__Work to complete__. From the records below, copy out each line that has the word "inside".

*** Opening Data section ***

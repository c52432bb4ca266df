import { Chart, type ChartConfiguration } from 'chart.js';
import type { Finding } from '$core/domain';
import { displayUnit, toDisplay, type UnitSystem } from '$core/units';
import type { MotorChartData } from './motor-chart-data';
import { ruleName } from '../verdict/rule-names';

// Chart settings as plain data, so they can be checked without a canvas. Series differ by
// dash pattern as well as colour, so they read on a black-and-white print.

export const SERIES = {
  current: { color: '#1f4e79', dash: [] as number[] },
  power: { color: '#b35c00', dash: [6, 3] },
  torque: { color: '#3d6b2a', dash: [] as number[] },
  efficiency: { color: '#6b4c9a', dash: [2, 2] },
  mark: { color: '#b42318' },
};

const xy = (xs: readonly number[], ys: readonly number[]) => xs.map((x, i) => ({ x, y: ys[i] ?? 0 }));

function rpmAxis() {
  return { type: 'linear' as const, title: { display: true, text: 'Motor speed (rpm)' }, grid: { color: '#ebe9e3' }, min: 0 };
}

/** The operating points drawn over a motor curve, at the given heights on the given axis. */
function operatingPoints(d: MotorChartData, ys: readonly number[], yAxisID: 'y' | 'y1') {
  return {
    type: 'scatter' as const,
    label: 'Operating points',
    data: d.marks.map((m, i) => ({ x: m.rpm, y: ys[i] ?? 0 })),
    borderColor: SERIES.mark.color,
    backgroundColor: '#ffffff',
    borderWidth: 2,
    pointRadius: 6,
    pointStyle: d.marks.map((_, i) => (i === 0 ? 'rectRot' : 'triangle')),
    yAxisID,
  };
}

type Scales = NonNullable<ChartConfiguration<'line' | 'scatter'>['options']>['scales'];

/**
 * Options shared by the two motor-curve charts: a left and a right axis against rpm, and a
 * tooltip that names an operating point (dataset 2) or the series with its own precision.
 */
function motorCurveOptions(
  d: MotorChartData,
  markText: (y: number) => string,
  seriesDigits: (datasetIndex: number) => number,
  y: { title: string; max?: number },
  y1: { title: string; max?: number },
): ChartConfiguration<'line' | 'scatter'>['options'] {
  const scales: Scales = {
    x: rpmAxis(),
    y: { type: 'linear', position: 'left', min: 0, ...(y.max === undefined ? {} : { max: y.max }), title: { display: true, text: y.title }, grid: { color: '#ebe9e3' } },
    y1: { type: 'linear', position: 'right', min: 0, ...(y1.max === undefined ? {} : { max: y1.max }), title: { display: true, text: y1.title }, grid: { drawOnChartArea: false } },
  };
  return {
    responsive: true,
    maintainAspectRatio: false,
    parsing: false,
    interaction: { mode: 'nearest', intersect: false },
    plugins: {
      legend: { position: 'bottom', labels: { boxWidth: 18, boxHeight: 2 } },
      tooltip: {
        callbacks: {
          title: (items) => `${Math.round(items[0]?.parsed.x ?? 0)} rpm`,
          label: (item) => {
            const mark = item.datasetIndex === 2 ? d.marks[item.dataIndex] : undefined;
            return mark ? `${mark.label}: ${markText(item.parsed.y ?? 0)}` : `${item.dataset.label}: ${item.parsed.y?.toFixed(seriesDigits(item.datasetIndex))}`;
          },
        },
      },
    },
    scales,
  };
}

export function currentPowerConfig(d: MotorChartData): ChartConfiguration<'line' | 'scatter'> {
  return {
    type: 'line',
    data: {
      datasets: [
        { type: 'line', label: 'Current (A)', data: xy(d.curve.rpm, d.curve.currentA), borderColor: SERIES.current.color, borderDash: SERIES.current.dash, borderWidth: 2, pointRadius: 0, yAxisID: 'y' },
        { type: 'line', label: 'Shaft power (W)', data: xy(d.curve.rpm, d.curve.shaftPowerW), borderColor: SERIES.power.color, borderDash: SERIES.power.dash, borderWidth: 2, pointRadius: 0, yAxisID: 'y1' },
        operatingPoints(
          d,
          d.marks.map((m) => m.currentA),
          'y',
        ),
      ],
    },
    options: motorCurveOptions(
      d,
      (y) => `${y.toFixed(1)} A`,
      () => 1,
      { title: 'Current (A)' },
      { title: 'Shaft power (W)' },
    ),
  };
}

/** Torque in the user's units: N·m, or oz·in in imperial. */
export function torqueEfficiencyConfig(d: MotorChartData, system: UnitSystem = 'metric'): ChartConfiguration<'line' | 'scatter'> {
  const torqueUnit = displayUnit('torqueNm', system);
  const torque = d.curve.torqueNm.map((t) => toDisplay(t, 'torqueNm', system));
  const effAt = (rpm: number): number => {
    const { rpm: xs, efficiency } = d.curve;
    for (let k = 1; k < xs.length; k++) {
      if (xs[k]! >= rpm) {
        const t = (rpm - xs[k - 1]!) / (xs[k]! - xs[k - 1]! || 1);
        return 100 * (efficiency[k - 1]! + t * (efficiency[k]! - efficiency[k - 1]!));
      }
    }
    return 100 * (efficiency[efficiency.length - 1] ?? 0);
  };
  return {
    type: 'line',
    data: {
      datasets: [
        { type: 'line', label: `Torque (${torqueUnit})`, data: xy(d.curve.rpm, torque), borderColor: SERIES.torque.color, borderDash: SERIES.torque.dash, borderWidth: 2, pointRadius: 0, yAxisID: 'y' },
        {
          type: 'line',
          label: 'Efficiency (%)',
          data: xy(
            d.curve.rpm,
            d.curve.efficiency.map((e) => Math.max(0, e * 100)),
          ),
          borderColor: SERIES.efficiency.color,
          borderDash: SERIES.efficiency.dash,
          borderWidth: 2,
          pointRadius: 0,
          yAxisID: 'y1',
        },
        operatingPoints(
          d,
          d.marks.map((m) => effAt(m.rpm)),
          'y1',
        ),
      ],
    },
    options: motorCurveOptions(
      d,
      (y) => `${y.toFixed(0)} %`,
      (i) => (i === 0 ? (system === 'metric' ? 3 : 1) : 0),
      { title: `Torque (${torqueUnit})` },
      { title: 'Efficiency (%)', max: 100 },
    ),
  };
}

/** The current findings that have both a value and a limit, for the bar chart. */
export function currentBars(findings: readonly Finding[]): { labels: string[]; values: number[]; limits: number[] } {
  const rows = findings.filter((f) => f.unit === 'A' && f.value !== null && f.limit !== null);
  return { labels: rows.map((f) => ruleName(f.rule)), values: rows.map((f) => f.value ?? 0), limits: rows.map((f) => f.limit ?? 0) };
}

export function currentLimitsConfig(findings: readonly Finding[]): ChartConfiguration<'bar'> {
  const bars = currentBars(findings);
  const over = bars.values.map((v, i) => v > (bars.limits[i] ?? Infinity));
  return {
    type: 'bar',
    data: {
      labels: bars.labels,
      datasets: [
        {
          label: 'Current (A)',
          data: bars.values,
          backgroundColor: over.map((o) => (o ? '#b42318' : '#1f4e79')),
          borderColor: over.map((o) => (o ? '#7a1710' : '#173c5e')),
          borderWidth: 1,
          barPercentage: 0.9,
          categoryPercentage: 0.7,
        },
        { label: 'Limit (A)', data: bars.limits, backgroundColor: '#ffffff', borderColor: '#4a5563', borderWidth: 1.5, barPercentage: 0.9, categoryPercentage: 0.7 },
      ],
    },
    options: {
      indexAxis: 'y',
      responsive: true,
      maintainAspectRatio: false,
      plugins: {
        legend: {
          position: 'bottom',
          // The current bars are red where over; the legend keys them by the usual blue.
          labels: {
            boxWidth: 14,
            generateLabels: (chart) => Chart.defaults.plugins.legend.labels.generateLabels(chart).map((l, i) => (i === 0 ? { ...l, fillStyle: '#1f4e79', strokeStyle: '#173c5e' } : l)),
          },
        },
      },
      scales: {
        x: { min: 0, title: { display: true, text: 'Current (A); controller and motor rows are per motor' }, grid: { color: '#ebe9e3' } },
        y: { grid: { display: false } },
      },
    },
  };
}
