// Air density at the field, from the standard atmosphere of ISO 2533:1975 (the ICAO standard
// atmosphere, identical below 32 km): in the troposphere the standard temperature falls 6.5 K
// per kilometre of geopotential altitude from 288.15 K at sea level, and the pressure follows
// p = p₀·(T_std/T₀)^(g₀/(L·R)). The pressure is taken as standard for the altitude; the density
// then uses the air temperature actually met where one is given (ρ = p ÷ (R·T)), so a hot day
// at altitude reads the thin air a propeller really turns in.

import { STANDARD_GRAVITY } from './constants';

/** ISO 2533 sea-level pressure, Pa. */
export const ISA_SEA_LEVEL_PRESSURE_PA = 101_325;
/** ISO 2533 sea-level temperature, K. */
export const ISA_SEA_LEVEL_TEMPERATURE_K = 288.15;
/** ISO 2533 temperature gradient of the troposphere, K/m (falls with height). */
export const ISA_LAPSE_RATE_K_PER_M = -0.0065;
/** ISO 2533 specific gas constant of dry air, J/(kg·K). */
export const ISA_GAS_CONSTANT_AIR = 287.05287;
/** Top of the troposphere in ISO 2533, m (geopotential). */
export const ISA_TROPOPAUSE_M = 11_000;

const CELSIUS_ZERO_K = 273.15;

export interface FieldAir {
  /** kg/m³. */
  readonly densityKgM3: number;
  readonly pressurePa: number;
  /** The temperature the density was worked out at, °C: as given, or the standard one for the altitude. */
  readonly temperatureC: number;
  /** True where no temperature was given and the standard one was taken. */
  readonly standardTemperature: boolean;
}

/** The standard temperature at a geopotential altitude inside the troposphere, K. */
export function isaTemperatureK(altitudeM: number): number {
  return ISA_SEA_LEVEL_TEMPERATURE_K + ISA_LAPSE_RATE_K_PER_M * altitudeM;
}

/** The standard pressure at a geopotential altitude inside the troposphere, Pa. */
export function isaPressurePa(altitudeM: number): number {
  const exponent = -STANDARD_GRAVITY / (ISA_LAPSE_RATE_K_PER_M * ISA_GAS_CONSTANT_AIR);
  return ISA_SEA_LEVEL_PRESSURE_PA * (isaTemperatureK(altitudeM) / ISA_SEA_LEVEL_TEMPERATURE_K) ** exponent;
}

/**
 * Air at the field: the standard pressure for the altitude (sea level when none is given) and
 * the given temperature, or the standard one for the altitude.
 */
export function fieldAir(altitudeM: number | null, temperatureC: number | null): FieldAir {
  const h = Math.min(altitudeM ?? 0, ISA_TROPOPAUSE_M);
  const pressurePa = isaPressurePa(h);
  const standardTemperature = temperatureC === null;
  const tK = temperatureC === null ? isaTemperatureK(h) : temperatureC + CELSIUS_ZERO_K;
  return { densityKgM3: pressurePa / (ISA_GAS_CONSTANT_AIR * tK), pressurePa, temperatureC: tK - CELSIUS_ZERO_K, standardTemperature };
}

*** Closing Data section ***
*** Opening Data section ***

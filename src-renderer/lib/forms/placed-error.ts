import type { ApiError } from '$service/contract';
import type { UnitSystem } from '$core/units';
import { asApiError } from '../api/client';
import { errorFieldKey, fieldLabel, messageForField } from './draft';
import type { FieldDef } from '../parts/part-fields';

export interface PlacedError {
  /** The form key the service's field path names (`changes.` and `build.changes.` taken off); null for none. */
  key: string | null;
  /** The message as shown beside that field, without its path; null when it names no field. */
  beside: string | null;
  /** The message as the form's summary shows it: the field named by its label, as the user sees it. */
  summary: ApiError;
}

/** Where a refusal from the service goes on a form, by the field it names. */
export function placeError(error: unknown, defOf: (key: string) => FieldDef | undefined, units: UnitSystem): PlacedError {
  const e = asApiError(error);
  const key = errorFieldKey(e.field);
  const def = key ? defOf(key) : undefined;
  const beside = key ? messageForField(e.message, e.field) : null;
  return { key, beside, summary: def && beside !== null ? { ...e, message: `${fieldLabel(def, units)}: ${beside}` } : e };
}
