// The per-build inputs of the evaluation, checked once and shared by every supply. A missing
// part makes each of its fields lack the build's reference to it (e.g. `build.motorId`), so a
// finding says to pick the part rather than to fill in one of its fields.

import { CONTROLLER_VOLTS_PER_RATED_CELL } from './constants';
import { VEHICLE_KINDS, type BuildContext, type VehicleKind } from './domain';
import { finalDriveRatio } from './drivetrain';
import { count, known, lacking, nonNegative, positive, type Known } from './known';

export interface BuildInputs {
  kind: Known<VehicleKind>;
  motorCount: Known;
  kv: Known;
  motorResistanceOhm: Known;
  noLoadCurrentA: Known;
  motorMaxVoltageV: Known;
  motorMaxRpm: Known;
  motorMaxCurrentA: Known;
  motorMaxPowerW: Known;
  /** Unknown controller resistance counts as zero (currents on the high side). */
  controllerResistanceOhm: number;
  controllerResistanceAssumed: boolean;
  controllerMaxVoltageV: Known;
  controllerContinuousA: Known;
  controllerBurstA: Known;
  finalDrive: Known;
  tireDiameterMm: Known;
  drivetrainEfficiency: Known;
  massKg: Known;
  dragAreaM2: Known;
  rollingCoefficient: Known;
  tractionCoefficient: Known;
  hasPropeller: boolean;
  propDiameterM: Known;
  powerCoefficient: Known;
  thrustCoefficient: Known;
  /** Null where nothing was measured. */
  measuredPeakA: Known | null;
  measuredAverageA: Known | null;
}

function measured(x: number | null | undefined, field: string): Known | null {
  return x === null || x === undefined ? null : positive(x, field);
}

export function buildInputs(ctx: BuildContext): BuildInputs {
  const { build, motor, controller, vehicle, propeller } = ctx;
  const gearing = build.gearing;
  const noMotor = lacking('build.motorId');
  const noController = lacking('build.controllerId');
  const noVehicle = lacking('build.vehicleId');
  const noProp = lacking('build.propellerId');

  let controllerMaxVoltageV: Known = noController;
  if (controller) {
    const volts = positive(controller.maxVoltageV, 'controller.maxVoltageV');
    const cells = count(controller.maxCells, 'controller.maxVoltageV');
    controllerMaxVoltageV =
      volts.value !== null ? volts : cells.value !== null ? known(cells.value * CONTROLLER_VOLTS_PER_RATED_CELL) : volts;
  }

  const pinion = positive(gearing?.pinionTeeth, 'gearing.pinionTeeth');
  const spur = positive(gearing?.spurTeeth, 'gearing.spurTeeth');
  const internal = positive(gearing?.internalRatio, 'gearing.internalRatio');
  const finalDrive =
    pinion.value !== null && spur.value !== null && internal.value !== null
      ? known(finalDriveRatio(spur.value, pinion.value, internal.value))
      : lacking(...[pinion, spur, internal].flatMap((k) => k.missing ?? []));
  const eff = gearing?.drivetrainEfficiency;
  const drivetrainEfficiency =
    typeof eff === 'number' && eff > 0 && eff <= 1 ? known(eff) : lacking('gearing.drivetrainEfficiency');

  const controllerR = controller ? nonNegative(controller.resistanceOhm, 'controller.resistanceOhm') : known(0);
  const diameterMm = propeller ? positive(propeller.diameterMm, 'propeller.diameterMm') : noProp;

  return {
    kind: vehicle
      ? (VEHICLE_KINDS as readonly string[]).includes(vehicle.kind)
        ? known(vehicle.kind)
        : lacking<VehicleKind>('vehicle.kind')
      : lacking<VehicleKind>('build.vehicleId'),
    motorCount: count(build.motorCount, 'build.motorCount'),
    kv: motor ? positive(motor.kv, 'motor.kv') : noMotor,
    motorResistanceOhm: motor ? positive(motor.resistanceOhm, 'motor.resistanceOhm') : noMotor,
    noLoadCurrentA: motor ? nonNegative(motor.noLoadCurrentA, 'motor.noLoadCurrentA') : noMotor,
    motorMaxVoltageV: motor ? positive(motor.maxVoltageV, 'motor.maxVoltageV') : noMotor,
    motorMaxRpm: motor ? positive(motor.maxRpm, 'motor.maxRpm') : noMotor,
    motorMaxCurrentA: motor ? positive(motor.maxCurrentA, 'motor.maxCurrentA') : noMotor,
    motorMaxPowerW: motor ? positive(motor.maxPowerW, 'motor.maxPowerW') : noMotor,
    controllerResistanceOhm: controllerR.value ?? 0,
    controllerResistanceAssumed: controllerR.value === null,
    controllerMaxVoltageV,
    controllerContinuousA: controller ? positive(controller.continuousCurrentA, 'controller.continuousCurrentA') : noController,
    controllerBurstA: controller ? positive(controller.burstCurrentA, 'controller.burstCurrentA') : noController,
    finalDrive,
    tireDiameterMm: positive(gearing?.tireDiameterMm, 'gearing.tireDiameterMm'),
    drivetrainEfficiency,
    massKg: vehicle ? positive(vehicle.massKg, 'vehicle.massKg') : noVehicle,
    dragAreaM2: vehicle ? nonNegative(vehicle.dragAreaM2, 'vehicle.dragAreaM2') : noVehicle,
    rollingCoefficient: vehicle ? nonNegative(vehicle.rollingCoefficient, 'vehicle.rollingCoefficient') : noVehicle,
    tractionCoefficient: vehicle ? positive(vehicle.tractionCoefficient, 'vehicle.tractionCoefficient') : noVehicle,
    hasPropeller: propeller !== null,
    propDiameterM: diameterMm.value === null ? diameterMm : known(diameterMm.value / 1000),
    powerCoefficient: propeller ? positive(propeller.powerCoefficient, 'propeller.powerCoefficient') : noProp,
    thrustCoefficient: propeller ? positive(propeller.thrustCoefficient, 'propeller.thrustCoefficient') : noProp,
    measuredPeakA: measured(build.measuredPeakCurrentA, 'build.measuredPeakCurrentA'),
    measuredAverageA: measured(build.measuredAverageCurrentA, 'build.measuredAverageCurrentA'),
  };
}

*** Closing Data section ***

__Written response__.
/** The standard temperature at a geopotential altitude inside the troposphere, K. */
/** The standard pressure at a geopotential altitude inside the troposphere, Pa. */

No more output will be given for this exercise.